DESCRIPTION OF THE TASK:
The required answer is a copy of each line in the entries below that includes "seed".
_ _ _
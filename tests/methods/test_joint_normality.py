"""The test of normality keeps its level and sees skewed spreads and lots."""

import numpy as np
import pytest

from identkit.methods.joint_normality import normality_test

UNITS, QUANTITIES = 16, 12
CORRELATION = 0.7 * np.eye(QUANTITIES) + 0.3
ROOT = np.linalg.cholesky(CORRELATION)


def normal(seed):
    rng = np.random.default_rng(seed)
    return rng.standard_normal((UNITS, QUANTITIES)) @ ROOT.T


def test_normal_samples_fail_no_more_often_than_stated():
    # 20 samples at 5 %: 5 or more happen by chance in 0.3 % of runs
    failed = sum(
        normality_test(normal(k), CORRELATION, seed=k).probability < 0.05 for k in range(20)
    )
    assert failed < 5


def test_skewed_units_are_noticed():
    rng = np.random.default_rng(3)
    samples = rng.standard_exponential((UNITS, QUANTITIES))
    found = normality_test(samples, np.eye(QUANTITIES))
    assert found.probability < 0.01
    assert found.statistic in ("skewness", "kurtosis")


def test_two_lots_are_noticed():
    samples = normal(5)
    samples[: UNITS // 2] += 5.0
    found = normality_test(samples, CORRELATION)
    assert found.probability < 0.05
    assert found.statistic == "two groups of units"


def test_a_lot_that_differs_in_one_quantity_is_noticed():
    samples = normal(6)
    samples[: UNITS // 3, 4] += 8.0
    found = normality_test(samples, CORRELATION)
    assert found.probability < 0.05
    assert found.statistic == "two groups in one quantity"


def test_units_of_measurement_do_not_matter():
    samples = normal(7)
    scaled = samples * np.geomspace(1e-6, 1e9, QUANTITIES)
    assert normality_test(scaled, CORRELATION).probability == pytest.approx(
        normality_test(samples, CORRELATION).probability
    )


def test_quantities_that_do_not_vary_are_left_out():
    samples = normal(8)
    samples[:, 2] = 0.0
    assert 0.0 < normality_test(samples, CORRELATION).probability <= 1.0


def test_few_units_say_nothing():
    found = normality_test(normal(9)[:7], CORRELATION)
    assert np.isnan(found.probability)
    assert found.statistic == ""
_ _ _
WRITTEN RESPONSE:
def normal(seed):
    rng = np.random.default_rng(seed)
        normality_test(normal(k), CORRELATION, seed=k).probability < 0.05 for k in range(20)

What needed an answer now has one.